### What the exercise asks
In the records that follow, find each line with "maxLength" and pull it out.

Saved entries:
/**
 * The heat method's intrinsic refinement with the Delaunay flips restored
 * incrementally: long edges bisected (refine.ts), then boundary edges facing
 * an obtuse corner, bisected round after round until none is left, with the
 * flips restored after each step around the faces it changed only.
 *
 * Why the splits: see refine.ts's splitObtuseBoundary (a boundary edge's cotan
 * weight is the single ½·cot of its one opposite corner, negative when that
 * corner is obtuse; splitting the encroached segment is the segment rule of
 * J. Ruppert, "A Delaunay refinement algorithm for quality 2-dimensional mesh
 * generation", J. Algorithms 18(3), 1995). A round bisects every boundary edge
 * that faces an obtuse corner (in edge id order, by refine.ts's terminal-edge
 * bisection) and flips back to an intrinsic Delaunay triangulation; the flips
 * can bring another obtuse corner in front of a boundary edge, hence rounds.
 *
 * Cost: before, each step copied the whole mesh twice and tested every edge
 * for the flips; on a scan-like 2M-face terrain (8.5k vertices on long
 * edges, then 12 rounds and 12.5k on the boundary) that was 4 of the
 * remesh's 4.5 s. Here one growing copy serves every step, and a boundary
 * round's flips start from the edges of the faces its splits changed (the
 * others keep both their faces, so they stay Delaunay: Lawson's flip
 * algorithm needs only the edges that may have lost it; C. L. Lawson,
 * "Software for C¹ surface interpolation", 1977, and Bobenko & Springborn,
 * Discrete Comput. Geom. 38, 2007, for the intrinsic form); the obtuse test
 * runs over the boundary edges only. The flips after the long-edge
 * bisection still test every edge in id order: bisections inside a flat
 * region make co-circular quads, where a different flip order can end on the
 * other, equally Delaunay, diagonal (measured: the seeded order changed 13 of
 * 1078 flips on a scan-like terrain), and the heat method's published
 * figures rest on the full order. On the meshes tested the boundary rounds'
 * seeded flips end on the full order's triangulation to the bit.
 */
import type { IntrinsicMesh } from './intrinsic.js';
import { Bisection, bisectLongEdges, hasLongEdge, splitLongest, type RefineResult } from './refine.js';
import { flipToDelaunay, type FlipMesh } from './delaunay.js';
import { cotOpposite } from './triangle.js';
import { next, prev } from '../mesh/topology.js';

/** Result of {@link splitBoundaryToDelaunay}. */
export interface BoundarySplitResult extends RefineResult {
  /** Delaunay flips made after the splits. */
  flips: number;
  /** True when a round's flip cap stopped its flips early. */
  flipsCapped: boolean;
  /** Rounds run; `roundsCapped` when `maxRounds` were run and an obtuse corner was left. */
  rounds: number;
  roundsCapped: boolean;
}

/**
 * Splits the boundary edges of the intrinsic Delaunay triangulation `m` that
 * face an obtuse corner (cot < −`tolerance`) and flips to Delaunay again,
 * round after round, until no such edge is left, no edge could be split,
 * `maxInserted` vertices were added (`capped`) or `maxRounds` rounds ran
 * (`roundsCapped`). Returns `m` itself when nothing was split. The input is
 * not modified.
 */
export function splitBoundaryToDelaunay(m: IntrinsicMesh, maxInserted: number, maxRounds: number, tolerance = 1e-9): BoundarySplitResult {
  const st = new Refinement(m, tolerance);
  st.boundaryRounds(maxInserted, maxRounds);
  return st.result();
}

/**
 * The heat method's intrinsic refinement of the intrinsic Delaunay
 * triangulation `m`: refine.ts's longest-edge bisection of the edges longer
 * than `maxLength`, flips back to Delaunay from the faces it changed, then
 * {@link splitBoundaryToDelaunay}'s rounds (skipped when the vertex cap
 * stopped the bisection), all on one growing copy (the flips after the
 * bisection test every edge: see below). The same triangulation as
 * refineLongEdges, intrinsicDelaunay and the rounds one after the other
 * (tested); `m` itself when nothing was split.
 */
export function refineToDelaunay(m: IntrinsicMesh, maxLength: number, maxInserted: number, maxRounds: number, tolerance = 1e-9): BoundarySplitResult {
  const st = new Refinement(m, tolerance);
  if (hasLongEdge(m, maxLength)) {
    if (!(maxInserted >= 1)) {
      st.capped = true;
      return st.result();
    }
    const w = st.work();
    const r = bisectLongEdges(w, maxLength, maxInserted, null);
    st.capped = r.capped;
    st.unsplit += r.unsplit;
    // every edge, in id order, as intrinsicDelaunay would: bisections inside flat regions make
    // co-circular quads, where another flip order can pick the other (equally Delaunay) diagonal
    if (w.inserted > 0) st.flip(null);
  }
  if (!st.capped) st.boundaryRounds(maxInserted, maxRounds);
  return st.result();
}

/** One refinement in progress: the input, its growing copy once something is split, and the counts. */
class Refinement {
  capped = false;
  unsplit = 0;
  flips = 0;
  flipsCapped = false;
  rounds = 0;
  roundsCapped = false;
  #w: Bisection | null = null;

  constructor(private readonly m: IntrinsicMesh, private readonly tolerance: number) {}

  /** The growing copy (made on first use). */
  work(): Bisection {
    return (this.#w ??= new Bisection(this.m));
  }

  /** Flips to Delaunay from the edges of the faces `touched` and of the faces from `nf0` on. */
  flipAround(touched: number[], nf0: number): void {
    const w = this.work();
    for (let f = nf0; f < w.nf; f++) touched.push(f);
    const seeds: number[] = [];
    for (const f of touched) seeds.push(w.edgeOf[3 * f]!, w.edgeOf[3 * f + 1]!, w.edgeOf[3 * f + 2]!);
    this.flip(seeds);
  }

  /** Flips the growing copy to Delaunay from `seeds` (null: every edge). */
  flip(seeds: number[] | null): void {
    const w = this.work();
    const view: FlipMesh = { tri: w.tri, twin: w.twin, edgeOf: w.edgeOf, edgeHalfedge: w.eh, vertexHalfedge: w.vh, faceOrigin: w.fo, nf: w.nf, ne: w.ne };
    const r = flipToDelaunay(view, w.L, seeds, this.tolerance, 20 * w.ne + 1000);
    this.flips += r.flips;
    this.flipsCapped ||= r.capped;
  }

  /** The rounds of {@link splitBoundaryToDelaunay}. */
  boundaryRounds(maxInserted: number, maxRounds: number): void {
    const m = this.m, t0 = m.topology, tol = this.tolerance;
    const boundary: number[] = [];
    const w0 = this.#w;
    const eh0 = w0 ? w0.eh : t0.edgeHalfedge, twin0 = w0 ? w0.twin : t0.twin, ne0 = w0 ? w0.ne : t0.ne;
    for (let e = 0; e < ne0; e++) if (twin0[eh0[e]!]! < 0) boundary.push(e);
    for (;;) {
      const w = this.#w;
      const L = w ? w.L : m.edgeLength, edgeOf = w ? w.edgeOf : t0.edgeOf, eh = w ? w.eh : t0.edgeHalfedge;
      const obtuse = boundary.filter((e) => {
        const h = eh[e]!;
        return cotOpposite(L[e]!, L[edgeOf[next(h)]!]!, L[edgeOf[prev(h)]!]!) < -tol;
      });
      if (obtuse.length === 0) return;
      if (this.rounds === maxRounds) { this.roundsCapped = true; return; }
      if (!(maxInserted >= 1) || (w !== null && w.inserted >= maxInserted)) { this.capped = true; return; }
      this.rounds++;
      const b = this.work();
      const nf0 = b.nf, ne1 = b.ne, inserted0 = b.inserted;
      const touched: number[] = [];
      for (const e of obtuse) {
        if (b.inserted >= maxInserted) { this.capped = true; break; }
        const f = (b.eh[e]! / 3) | 0; // the split face keeps its id (its other half is new)
        if (splitLongest(b, e)) touched.push(f);
        else this.unsplit++;
      }
      if (b.inserted === inserted0) return; // nothing could be split
      for (let e = ne1; e < b.ne; e++) if (b.twin[b.eh[e]!]! < 0) boundary.push(e); // the split edges' new halves
      this.flipAround(touched, nf0);
      if (this.capped) return;
    }
  }

  result(): BoundarySplitResult {
    const w = this.#w, inserted = w?.inserted ?? 0;
    return {
      mesh: w && inserted > 0 ? w.result() : this.m, inserted, capped: this.capped, unsplit: this.unsplit,
      flips: this.flips, flipsCapped: this.flipsCapped, rounds: this.rounds, roundsCapped: this.roundsCapped,
    };
  }
}
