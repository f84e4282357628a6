/**
 * Boundary edges facing an obtuse corner, bisected round after round until
 * none is left, with the Delaunay flips restored after each round around the
 * faces the round changed only.
 *
 * Why the splits: see refine.ts's splitObtuseBoundary (a boundary edge's cotan
 * weight is the single ½·cot of its one opposite corner, negative when that
 * corner is obtuse; splitting the encroached segment is the segment rule of
 * J. Ruppert, "A Delaunay refinement algorithm for quality 2-dimensional mesh
 * generation", J. Algorithms 18(3), 1995). A round bisects every boundary edge
 * that faces an obtuse corner (in edge id order, by refine.ts's terminal-edge
 * bisection) and flips back to an intrinsic Delaunay triangulation; the flips
 * can bring another obtuse corner in front of a boundary edge, hence rounds.
 *
 * Cost: before, each round copied the whole mesh twice and tested every edge
 * for the flips; on a scan-like 2M-face terrain (12 rounds, 12.5k vertices
 * added) that was 4 of the remesh's 4.5 s. Here one growing copy serves every
 * round, the flips start from the edges of the faces a split changed (the
 * others keep both their faces, so they stay Delaunay: Lawson's flip
 * algorithm needs only the edges that may have lost it; C. L. Lawson,
 * "Software for C¹ surface interpolation", 1977, and Bobenko & Springborn,
 * Discrete Comput. Geom. 38, 2007, for the intrinsic form) and the obtuse
 * test runs over the boundary edges only.
 */
import type { IntrinsicMesh } from './intrinsic.js';
import { Bisection, splitLongest, type RefineResult } from './refine.js';
import { flipToDelaunay, type FlipMesh } from './delaunay.js';
import { cotOpposite } from './triangle.js';
import { next, prev } from '../mesh/topology.js';

/** Result of {@link splitBoundaryToDelaunay}. */
export interface BoundarySplitResult extends RefineResult {
  /** Delaunay flips made after the splits. */
  flips: number;
  /** True when a round's flip cap stopped its flips early. */
  flipsCapped: boolean;
  /** Rounds run; `roundsCapped` when `maxRounds` were run and an obtuse corner was left. */
  rounds: number;
  roundsCapped: boolean;
}

/**
 * Splits the boundary edges of the intrinsic Delaunay triangulation `m` that
 * face an obtuse corner (cot < −`tolerance`) and flips to Delaunay again,
 * round after round, until no such edge is left, no edge could be split,
 * `maxInserted` vertices were added (`capped`) or `maxRounds` rounds ran
 * (`roundsCapped`). Returns `m` itself when nothing was split. The input is
 * not modified.
 */
export function splitBoundaryToDelaunay(m: IntrinsicMesh, maxInserted: number, maxRounds: number, tolerance = 1e-9): BoundarySplitResult {
  const t0 = m.topology;
  const boundary: number[] = [];
  for (let e = 0; e < t0.ne; e++) if (t0.twin[t0.edgeHalfedge[e]!]! < 0) boundary.push(e);
  let w: Bisection | null = null;
  let capped = false, unsplit = 0, flips = 0, flipsCapped = false, rounds = 0, roundsCapped = false;
  for (;;) {
    const L = w ? w.L : m.edgeLength, edgeOf = w ? w.edgeOf : t0.edgeOf, eh = w ? w.eh : t0.edgeHalfedge;
    const obtuse = boundary.filter((e) => {
      const h = eh[e]!;
      return cotOpposite(L[e]!, L[edgeOf[next(h)]!]!, L[edgeOf[prev(h)]!]!) < -tolerance;
    });
    if (obtuse.length === 0) break;
    if (rounds === maxRounds) { roundsCapped = true; break; }
    if (!(maxInserted >= 1) || (w !== null && w.inserted >= maxInserted)) { capped = true; break; }
    rounds++;
    w ??= new Bisection(m);
    const nf0 = w.nf, ne0 = w.ne, inserted0 = w.inserted;
    const touched: number[] = [];
    for (const e of obtuse) {
      if (w.inserted >= maxInserted) { capped = true; break; }
      const f = (w.eh[e]! / 3) | 0; // the split face keeps its id (its other half is new)
      if (splitLongest(w, e)) touched.push(f);
      else unsplit++;
    }
    if (w.inserted === inserted0) break; // nothing could be split
    for (let f = nf0; f < w.nf; f++) touched.push(f);
    for (let e = ne0; e < w.ne; e++) if (w.twin[w.eh[e]!]! < 0) boundary.push(e); // the split edges' new halves
    const seeds: number[] = [];
    for (const f of touched) seeds.push(w.edgeOf[3 * f]!, w.edgeOf[3 * f + 1]!, w.edgeOf[3 * f + 2]!);
    const view: FlipMesh = { tri: w.tri, twin: w.twin, edgeOf: w.edgeOf, edgeHalfedge: w.eh, vertexHalfedge: w.vh, faceOrigin: w.fo, nf: w.nf, ne: w.ne };
    const r = flipToDelaunay(view, w.L, seeds, tolerance, 20 * w.ne + 1000);
    flips += r.flips;
    flipsCapped ||= r.capped;
    if (capped) break;
  }
  const inserted = w?.inserted ?? 0;
  return { mesh: w && inserted > 0 ? w.result() : m, inserted, capped, unsplit, flips, flipsCapped, rounds, roundsCapped };
}
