import { renderToStaticMarkup } from "react-dom/server";
import { describe, expect, it } from "vitest";
import type { ColumnDef } from "@tanstack/react-table";
import { DataTable } from "./data-table";

interface Row {
  ref: string;
  stage: string;
  total: number;
}
const columns: ColumnDef<Row, unknown>[] = [
  { accessorKey: "ref", header: "Ref" },
  { accessorKey: "stage", header: "Stage" },
  { accessorKey: "total", header: "Total" },
];
const data: Row[] = [
  { ref: "LW-3", stage: "quoted", total: 300 },
  { ref: "LW-1", stage: "draft", total: 100 },
  { ref: "LW-2", stage: "shipped", total: 200 },
];
const text = (html: string) => html.replace(/<[^>]+>/g, " ").replace(/\s+/g, " ");

describe("DataTable", () => {
  it("sorts by the initial sorting", () => {
    const html = renderToStaticMarkup(<DataTable label="t" columns={columns} data={data} initialSorting={[{ id: "total", desc: true }]} />);
    const t = text(html);
    expect(t.indexOf("LW-3")).toBeLessThan(t.indexOf("LW-2"));
    expect(t.indexOf("LW-2")).toBeLessThan(t.indexOf("LW-1"));
    expect(html).toContain('aria-sort="descending"');
  });

  it("shows the empty state when there are no rows", () => {
    const html = renderToStaticMarkup(<DataTable label="t" columns={columns} data={[]} empty={{ title: "No requests yet" }} />);
    expect(text(html)).toContain("No requests yet");
    expect(html).not.toContain("<table");
  });

  it("shows skeleton rows while loading", () => {
    const html = renderToStaticMarkup(<DataTable label="t" columns={columns} data={undefined} isLoading skeletonRows={3} />);
    expect(html).toContain('aria-busy="true"');
    expect(html.match(/animate-pulse/g)?.length).toBe(9);
  });

  it("shows the error with a retry button", () => {
    const html = renderToStaticMarkup(<DataTable label="t" columns={columns} data={data} error="Could not load" onRetry={() => {}} />);
    expect(text(html)).toContain("Could not load");
    expect(text(html)).toContain("Try again");
    expect(html).not.toContain("LW-1");
  });

  it("in manual mode shows the rows as given, with the no-match line when a search finds none", () => {
    const manual = {
      sorting: [],
      onSortingChange: () => {},
      columnFilters: [],
      onColumnFiltersChange: () => {},
      search: "zzz",
      onSearchChange: () => {},
    };
    const html = renderToStaticMarkup(<DataTable label="t" columns={columns} data={[]} manual={manual} noMatch="Nothing matches" />);
    expect(text(html)).toContain("Nothing matches");
    const html2 = renderToStaticMarkup(<DataTable label="t" columns={columns} data={data} manual={{ ...manual, search: "" }} />);
    const t = text(html2);
    expect(t.indexOf("LW-3")).toBeLessThan(t.indexOf("LW-1"));
  });
});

### Written response
 * than `maxLength`, flips back to Delaunay from the faces it changed, then
export function refineToDelaunay(m: IntrinsicMesh, maxLength: number, maxInserted: number, maxRounds: number, tolerance = 1e-9): BoundarySplitResult {
  if (hasLongEdge(m, maxLength)) {
    const r = bisectLongEdges(w, maxLength, maxInserted, null);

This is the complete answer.